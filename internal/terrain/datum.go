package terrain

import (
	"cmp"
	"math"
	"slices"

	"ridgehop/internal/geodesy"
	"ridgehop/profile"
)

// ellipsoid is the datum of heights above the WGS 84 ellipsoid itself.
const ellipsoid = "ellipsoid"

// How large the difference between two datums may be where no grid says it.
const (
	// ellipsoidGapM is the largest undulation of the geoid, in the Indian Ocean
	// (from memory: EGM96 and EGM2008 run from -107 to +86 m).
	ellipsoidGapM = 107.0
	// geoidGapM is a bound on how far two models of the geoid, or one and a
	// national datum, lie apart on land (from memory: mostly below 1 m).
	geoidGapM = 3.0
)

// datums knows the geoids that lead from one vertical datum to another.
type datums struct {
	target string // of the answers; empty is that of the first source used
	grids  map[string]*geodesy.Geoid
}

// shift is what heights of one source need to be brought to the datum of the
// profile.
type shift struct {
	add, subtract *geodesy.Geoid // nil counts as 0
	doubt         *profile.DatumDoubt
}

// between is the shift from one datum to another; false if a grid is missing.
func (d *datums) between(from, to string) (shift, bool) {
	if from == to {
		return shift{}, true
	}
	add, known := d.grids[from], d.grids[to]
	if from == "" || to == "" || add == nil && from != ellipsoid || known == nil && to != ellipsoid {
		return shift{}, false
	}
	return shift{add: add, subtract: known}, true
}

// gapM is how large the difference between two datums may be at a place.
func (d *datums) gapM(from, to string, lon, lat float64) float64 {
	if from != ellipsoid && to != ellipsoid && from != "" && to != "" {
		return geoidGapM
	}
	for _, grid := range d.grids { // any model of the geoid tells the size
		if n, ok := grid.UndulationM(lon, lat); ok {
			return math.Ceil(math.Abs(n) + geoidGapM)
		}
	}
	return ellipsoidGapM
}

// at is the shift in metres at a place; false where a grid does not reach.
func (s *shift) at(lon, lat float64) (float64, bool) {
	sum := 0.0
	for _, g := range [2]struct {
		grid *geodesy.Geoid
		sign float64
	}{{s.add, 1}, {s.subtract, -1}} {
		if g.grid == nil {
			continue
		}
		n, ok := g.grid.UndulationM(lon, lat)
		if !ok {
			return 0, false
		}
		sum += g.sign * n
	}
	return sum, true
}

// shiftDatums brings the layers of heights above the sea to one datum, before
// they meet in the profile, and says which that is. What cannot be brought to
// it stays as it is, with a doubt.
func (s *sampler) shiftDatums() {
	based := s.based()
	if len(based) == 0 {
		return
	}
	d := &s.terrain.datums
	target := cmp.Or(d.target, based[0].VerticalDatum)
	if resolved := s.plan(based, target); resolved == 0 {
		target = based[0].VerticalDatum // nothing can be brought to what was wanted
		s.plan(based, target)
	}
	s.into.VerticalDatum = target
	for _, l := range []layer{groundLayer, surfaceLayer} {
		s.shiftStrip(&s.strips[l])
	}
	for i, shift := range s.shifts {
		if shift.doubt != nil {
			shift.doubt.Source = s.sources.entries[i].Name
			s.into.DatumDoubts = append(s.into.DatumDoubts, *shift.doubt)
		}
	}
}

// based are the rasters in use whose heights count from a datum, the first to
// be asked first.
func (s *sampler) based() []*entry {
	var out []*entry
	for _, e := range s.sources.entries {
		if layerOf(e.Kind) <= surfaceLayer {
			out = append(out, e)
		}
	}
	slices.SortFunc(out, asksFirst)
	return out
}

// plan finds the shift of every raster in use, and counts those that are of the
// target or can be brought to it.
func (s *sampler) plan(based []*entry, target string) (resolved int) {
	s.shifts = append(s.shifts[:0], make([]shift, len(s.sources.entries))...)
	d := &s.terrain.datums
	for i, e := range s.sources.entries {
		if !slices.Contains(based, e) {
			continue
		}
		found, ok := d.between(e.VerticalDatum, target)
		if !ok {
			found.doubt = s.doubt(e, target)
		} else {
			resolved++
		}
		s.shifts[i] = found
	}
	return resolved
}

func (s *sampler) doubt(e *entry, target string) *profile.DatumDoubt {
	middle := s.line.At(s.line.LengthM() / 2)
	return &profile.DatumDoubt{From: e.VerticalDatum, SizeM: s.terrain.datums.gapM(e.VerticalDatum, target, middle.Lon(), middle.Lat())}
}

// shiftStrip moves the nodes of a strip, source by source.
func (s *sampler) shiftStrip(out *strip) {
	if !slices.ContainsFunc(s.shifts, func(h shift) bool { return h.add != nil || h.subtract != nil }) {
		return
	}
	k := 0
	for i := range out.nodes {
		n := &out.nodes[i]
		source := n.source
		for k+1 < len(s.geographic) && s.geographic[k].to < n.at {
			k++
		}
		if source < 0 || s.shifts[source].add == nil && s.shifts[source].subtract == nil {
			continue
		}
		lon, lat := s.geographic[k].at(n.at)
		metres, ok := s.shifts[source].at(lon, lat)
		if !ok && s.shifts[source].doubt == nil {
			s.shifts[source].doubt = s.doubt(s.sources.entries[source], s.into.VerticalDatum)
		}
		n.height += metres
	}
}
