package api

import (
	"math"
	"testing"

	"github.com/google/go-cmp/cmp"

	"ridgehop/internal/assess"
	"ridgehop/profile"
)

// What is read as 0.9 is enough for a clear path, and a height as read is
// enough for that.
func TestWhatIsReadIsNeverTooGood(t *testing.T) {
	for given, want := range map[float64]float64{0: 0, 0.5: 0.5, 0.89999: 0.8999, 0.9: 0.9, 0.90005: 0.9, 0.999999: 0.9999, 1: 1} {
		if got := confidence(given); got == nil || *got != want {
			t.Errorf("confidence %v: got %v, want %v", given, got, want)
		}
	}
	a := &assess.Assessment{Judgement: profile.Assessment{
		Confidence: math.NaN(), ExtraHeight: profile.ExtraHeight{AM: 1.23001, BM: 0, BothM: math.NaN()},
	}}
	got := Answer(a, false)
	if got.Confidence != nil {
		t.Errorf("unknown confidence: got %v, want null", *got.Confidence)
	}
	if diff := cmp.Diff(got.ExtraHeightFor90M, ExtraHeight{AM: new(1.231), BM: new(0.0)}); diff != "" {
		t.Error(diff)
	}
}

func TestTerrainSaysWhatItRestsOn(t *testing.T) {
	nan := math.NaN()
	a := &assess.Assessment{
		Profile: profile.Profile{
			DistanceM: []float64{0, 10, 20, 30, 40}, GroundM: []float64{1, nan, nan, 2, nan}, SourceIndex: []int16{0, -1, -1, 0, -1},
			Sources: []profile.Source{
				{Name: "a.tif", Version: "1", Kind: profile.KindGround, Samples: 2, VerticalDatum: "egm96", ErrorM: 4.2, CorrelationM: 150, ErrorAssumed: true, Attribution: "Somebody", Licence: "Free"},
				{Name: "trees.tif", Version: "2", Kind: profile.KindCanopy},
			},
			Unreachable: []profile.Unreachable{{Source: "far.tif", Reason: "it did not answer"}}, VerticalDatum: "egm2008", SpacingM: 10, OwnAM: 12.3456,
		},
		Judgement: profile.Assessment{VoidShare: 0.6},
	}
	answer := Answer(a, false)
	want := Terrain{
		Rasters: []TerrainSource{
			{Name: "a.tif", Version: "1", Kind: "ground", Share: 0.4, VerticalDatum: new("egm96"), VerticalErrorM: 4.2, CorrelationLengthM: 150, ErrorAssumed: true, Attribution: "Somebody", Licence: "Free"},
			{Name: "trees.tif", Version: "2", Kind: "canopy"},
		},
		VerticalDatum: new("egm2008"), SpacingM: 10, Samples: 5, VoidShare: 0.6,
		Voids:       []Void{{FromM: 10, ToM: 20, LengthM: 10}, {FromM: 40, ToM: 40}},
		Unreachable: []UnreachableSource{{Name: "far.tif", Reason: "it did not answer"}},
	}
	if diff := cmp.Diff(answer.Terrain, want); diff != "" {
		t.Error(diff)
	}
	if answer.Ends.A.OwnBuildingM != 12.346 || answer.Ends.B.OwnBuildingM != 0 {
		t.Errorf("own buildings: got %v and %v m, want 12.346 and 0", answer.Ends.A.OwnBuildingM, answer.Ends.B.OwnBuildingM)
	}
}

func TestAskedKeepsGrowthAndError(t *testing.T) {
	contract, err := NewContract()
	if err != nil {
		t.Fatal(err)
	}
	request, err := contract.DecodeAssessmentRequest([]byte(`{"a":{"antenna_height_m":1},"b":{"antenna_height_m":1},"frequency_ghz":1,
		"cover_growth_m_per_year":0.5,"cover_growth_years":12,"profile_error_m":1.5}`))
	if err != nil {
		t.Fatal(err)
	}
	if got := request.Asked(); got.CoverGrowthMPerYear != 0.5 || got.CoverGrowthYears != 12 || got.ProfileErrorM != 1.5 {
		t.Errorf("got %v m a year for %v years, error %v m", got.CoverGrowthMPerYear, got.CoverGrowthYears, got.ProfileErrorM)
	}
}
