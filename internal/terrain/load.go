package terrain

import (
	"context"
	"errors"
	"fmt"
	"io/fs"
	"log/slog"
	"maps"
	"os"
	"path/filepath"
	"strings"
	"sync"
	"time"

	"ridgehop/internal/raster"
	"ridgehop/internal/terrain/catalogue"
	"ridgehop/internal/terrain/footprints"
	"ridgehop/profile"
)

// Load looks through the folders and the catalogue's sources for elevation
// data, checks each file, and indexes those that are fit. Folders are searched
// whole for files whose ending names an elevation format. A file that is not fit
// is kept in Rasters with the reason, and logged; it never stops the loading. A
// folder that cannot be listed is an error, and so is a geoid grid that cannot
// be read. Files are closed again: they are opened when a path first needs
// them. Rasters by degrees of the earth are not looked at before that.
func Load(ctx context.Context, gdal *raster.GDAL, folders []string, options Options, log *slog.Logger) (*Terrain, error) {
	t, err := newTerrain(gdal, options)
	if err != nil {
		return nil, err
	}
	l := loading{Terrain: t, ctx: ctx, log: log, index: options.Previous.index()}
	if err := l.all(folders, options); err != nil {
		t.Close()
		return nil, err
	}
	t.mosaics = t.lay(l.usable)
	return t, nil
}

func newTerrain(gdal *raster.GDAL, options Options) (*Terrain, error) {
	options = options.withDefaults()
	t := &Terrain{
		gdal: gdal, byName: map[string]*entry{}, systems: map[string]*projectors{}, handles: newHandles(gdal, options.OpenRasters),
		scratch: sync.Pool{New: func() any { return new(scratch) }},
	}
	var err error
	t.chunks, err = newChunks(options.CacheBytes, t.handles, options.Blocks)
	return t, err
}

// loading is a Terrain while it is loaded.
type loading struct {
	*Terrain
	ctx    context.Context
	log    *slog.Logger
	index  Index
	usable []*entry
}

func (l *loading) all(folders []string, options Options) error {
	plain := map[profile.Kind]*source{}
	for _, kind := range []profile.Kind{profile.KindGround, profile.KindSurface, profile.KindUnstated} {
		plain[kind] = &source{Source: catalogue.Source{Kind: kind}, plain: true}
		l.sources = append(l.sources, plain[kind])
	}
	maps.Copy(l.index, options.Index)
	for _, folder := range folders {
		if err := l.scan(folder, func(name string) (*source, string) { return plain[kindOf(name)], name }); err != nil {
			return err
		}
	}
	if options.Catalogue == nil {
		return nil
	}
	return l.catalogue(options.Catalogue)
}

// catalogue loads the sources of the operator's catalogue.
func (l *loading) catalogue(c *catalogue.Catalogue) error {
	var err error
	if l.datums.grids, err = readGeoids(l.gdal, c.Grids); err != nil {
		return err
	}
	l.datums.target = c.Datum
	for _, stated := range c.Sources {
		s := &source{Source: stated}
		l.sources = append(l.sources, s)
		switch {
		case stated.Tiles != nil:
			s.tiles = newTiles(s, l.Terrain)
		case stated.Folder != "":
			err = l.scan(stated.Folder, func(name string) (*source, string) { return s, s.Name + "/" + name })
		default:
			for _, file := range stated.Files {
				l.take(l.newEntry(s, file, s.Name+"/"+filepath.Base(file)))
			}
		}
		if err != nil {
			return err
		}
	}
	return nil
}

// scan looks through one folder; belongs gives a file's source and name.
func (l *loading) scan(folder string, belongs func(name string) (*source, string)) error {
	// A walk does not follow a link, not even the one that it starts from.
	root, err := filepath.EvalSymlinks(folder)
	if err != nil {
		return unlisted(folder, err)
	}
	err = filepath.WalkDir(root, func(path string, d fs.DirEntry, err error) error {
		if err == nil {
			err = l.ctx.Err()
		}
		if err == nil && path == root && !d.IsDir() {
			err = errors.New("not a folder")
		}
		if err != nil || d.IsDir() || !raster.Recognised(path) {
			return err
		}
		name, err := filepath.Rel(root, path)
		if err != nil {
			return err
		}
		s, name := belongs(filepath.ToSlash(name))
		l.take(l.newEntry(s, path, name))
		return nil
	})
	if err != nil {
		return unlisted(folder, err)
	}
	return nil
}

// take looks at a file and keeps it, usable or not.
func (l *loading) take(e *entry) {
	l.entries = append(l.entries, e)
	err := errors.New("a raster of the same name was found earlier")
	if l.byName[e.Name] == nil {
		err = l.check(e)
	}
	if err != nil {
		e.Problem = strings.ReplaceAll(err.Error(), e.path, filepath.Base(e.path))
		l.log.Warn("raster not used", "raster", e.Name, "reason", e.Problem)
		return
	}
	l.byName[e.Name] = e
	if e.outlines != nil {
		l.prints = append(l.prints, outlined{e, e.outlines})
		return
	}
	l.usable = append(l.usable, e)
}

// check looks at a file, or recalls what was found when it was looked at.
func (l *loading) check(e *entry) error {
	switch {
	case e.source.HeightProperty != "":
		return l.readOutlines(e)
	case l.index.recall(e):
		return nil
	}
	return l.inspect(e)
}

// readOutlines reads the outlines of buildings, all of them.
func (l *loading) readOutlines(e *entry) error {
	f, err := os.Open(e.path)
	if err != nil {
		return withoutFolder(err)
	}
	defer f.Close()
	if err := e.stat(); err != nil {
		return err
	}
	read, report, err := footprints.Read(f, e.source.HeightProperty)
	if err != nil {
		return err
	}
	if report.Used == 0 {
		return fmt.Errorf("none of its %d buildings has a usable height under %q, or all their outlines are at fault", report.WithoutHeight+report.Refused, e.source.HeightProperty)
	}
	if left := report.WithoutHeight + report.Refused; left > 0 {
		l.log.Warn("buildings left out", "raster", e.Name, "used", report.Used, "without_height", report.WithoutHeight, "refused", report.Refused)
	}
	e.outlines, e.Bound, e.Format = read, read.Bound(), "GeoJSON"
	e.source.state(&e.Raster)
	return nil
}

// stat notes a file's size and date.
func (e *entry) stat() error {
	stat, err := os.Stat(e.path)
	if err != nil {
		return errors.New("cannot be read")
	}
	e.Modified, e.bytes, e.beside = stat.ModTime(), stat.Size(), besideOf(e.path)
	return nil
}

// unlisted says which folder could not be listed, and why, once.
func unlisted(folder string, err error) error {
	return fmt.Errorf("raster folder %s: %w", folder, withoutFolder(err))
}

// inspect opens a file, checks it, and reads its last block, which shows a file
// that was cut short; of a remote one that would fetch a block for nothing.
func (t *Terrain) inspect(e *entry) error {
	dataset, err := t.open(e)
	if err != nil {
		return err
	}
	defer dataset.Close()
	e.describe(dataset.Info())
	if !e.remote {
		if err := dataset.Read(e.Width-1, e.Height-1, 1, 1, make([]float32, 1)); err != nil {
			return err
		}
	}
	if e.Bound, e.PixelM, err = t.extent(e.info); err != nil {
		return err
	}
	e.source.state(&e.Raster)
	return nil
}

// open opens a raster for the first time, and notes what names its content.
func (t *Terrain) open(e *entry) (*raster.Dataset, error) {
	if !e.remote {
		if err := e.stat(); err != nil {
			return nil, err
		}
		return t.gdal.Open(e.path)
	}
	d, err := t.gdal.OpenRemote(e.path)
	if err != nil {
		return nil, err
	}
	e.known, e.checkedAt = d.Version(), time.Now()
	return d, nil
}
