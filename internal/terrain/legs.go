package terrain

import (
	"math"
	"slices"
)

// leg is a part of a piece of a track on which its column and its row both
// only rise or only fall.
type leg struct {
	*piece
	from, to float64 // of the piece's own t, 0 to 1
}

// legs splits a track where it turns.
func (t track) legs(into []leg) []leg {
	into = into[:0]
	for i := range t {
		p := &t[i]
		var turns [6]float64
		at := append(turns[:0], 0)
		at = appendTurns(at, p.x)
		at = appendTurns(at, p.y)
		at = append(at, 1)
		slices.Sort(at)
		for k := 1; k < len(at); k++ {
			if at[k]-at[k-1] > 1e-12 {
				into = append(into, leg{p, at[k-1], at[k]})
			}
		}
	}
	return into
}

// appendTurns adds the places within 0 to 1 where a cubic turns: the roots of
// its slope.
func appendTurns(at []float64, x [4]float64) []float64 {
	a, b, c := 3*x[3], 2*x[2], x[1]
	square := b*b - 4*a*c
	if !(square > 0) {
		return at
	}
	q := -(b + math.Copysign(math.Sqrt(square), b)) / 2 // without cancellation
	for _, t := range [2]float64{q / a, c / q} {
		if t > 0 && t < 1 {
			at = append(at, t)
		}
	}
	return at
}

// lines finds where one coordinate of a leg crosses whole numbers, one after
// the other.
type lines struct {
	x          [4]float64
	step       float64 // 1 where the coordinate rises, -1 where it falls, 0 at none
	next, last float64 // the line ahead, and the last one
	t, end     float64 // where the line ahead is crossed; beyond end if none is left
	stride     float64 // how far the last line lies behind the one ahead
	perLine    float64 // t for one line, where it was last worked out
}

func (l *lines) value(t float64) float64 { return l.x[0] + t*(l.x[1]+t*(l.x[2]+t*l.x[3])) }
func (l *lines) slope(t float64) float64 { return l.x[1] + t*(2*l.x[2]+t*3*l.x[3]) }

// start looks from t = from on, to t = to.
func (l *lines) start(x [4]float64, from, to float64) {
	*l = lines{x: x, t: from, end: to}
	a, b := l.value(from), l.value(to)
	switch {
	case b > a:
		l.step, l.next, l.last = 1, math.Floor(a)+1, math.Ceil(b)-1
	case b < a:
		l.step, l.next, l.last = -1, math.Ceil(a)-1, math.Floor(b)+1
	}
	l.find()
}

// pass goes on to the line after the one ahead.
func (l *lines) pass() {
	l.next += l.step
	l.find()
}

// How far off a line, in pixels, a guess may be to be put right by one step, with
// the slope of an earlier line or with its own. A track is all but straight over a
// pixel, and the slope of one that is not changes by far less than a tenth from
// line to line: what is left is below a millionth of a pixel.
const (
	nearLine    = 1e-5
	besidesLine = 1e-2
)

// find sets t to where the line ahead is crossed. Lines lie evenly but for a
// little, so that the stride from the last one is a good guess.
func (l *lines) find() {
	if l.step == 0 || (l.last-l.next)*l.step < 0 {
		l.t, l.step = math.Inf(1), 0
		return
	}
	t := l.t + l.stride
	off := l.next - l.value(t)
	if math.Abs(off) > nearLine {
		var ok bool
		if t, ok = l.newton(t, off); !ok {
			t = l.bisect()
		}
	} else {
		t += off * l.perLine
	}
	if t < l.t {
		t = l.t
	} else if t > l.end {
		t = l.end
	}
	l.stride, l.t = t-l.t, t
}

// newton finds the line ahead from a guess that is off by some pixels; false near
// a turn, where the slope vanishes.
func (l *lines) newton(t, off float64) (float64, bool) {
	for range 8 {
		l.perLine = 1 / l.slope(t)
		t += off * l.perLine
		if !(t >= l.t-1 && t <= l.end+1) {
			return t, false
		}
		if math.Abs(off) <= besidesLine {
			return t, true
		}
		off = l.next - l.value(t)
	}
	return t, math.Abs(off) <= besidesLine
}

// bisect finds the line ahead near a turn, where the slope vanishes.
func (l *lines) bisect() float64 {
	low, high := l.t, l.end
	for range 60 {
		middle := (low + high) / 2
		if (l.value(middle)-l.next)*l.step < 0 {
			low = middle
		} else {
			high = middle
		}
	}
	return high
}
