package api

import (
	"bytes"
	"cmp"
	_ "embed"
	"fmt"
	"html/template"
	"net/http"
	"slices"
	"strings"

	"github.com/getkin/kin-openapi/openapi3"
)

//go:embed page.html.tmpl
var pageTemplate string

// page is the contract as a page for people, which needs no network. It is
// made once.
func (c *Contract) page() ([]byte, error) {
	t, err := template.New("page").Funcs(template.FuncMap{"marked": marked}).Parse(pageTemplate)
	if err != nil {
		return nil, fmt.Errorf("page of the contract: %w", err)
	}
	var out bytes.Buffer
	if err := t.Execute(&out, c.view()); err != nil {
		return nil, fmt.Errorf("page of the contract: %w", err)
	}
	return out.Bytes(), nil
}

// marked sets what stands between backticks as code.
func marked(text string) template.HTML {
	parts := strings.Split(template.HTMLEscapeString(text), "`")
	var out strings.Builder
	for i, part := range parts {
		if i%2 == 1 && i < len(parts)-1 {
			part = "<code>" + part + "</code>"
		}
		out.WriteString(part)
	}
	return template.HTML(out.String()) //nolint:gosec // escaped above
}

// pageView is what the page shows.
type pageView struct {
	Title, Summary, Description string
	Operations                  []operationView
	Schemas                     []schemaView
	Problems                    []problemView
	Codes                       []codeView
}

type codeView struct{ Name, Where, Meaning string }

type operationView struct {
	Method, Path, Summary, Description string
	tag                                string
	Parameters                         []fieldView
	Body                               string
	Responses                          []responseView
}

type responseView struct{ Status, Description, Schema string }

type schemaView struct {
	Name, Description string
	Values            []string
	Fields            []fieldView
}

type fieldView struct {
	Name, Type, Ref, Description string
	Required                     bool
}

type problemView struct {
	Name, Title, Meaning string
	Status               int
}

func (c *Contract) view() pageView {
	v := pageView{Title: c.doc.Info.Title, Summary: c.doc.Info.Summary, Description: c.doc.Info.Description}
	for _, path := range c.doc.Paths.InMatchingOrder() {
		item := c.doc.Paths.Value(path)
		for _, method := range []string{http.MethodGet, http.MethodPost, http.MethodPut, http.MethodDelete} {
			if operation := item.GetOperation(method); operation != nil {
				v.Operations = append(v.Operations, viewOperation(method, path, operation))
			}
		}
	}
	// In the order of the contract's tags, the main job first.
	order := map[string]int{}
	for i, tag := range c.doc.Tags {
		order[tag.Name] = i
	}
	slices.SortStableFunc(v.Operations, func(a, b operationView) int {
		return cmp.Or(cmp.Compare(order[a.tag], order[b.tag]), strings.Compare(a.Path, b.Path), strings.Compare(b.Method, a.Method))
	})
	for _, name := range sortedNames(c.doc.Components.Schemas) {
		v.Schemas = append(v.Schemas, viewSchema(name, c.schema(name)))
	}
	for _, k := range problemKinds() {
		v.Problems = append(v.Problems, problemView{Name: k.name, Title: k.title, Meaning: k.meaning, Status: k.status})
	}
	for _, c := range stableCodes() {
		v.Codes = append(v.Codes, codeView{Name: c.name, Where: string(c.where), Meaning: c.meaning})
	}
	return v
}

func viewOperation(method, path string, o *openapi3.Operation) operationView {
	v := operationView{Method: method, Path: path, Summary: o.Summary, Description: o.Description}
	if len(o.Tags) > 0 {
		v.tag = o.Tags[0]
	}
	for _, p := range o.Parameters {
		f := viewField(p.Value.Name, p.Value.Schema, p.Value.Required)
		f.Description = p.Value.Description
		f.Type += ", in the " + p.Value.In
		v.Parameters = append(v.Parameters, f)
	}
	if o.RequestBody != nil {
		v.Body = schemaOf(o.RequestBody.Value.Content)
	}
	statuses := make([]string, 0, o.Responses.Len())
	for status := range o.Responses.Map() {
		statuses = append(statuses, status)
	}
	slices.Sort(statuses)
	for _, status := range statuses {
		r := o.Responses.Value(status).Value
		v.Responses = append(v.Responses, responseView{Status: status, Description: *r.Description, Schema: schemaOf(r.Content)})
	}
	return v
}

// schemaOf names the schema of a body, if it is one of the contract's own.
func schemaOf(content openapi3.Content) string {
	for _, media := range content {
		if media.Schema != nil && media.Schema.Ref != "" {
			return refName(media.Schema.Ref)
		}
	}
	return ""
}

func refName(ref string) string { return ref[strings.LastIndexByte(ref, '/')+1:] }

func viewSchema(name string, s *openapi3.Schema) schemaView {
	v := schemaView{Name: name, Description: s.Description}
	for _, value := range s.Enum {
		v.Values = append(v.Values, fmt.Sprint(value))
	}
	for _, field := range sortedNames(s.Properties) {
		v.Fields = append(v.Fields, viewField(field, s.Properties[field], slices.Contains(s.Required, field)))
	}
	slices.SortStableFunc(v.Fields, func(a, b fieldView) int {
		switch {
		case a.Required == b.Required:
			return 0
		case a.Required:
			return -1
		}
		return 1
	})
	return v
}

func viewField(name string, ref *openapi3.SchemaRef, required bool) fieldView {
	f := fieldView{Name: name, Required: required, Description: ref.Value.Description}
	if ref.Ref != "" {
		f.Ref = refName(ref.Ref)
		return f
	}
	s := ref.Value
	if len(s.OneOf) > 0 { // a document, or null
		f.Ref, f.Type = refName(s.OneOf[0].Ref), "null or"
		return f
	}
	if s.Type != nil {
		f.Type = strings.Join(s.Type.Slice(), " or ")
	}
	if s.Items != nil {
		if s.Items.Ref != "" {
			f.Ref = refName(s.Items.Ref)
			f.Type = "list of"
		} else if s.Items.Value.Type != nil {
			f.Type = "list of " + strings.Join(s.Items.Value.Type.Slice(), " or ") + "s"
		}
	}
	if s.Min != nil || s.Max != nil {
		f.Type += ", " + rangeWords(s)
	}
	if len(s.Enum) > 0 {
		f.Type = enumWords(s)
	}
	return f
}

· · · · · · ·

▶ **THE PROBLEM**: Every line of the material that holds the word "looks" must be found and copied.

▶ **SOLVED EXERCISE**:
// Load looks through the folders and the catalogue's sources for elevation
// scan looks through one folder; belongs gives a file's source and name.
// take looks at a file and keeps it, usable or not.
// check looks at a file, or recalls what was found when it was looked at.
// start looks from t = from on, to t = to.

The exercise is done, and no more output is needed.